▶ [EXERCISE DETAILS] Look through the data below and count each line where the word "query" appears. Reply with the count alone.

▶ [RECORDS FOR THIS TASK]
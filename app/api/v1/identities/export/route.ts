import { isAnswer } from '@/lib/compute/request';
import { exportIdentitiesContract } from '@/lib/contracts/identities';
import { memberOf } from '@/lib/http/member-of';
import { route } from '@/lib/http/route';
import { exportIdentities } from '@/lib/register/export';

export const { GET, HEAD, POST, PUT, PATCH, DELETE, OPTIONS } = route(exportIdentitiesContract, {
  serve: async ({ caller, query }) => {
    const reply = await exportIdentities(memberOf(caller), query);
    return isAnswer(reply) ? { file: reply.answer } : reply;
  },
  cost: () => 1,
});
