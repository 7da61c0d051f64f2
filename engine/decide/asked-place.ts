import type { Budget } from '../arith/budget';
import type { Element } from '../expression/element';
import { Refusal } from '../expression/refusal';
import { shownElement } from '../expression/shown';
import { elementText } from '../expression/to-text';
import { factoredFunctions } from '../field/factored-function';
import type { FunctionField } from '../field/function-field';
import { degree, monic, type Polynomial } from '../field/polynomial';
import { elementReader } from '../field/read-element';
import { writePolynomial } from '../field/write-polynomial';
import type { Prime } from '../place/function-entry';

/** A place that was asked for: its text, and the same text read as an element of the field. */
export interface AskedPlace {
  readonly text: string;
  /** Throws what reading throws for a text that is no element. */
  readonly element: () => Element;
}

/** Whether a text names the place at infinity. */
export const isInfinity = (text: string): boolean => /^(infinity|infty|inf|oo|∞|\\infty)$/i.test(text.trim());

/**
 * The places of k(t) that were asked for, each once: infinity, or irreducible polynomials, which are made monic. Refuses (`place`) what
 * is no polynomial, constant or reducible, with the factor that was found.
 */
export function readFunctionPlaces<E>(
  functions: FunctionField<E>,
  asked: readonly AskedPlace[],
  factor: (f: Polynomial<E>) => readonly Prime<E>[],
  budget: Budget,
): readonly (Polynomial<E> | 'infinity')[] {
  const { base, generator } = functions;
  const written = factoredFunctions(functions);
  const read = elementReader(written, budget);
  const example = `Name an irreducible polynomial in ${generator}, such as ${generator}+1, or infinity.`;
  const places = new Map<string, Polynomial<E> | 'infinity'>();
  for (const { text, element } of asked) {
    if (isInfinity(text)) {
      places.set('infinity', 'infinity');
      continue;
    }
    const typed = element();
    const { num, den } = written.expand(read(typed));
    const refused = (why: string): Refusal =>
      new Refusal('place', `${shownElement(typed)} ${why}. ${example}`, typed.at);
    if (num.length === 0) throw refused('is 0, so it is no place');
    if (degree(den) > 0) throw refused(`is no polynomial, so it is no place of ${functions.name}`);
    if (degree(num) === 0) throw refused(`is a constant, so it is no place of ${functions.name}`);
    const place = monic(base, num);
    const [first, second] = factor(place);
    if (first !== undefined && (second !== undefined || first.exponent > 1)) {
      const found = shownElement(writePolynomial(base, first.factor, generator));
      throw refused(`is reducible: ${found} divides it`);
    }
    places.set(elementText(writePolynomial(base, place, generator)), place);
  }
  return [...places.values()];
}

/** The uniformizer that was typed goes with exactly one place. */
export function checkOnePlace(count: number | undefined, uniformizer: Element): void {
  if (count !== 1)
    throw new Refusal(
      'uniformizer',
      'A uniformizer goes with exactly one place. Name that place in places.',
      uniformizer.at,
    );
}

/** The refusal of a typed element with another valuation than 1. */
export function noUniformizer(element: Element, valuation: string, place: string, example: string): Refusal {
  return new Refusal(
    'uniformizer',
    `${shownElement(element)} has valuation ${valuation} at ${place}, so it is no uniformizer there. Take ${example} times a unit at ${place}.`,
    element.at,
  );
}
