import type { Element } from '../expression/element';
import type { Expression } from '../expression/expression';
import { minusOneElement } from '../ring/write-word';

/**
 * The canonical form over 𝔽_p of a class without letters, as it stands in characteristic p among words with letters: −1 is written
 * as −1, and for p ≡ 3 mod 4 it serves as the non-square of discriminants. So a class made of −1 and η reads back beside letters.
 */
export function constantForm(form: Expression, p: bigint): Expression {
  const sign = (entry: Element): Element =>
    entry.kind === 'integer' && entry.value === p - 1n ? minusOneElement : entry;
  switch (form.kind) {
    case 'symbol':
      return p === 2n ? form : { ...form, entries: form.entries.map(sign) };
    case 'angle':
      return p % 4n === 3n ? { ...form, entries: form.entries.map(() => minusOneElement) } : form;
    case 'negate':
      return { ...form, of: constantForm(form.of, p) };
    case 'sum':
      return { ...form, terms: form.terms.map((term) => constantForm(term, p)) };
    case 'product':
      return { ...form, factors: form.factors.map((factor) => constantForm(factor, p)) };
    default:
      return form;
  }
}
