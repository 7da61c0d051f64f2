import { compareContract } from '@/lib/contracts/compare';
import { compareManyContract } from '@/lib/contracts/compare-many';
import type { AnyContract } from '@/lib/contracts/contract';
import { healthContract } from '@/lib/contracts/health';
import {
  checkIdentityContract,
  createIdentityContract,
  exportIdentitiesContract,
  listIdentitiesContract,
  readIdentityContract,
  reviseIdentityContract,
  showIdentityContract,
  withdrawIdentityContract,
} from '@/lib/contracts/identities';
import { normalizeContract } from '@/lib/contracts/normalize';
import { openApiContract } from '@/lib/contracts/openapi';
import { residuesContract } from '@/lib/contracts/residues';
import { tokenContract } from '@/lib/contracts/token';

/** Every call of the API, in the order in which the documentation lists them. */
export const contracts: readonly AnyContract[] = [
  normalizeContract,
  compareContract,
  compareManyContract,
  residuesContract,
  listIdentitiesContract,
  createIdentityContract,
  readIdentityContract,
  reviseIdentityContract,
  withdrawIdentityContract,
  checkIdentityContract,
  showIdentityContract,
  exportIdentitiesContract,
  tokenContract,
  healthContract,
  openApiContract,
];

▶ [ANSWER FOR THE TASK] 2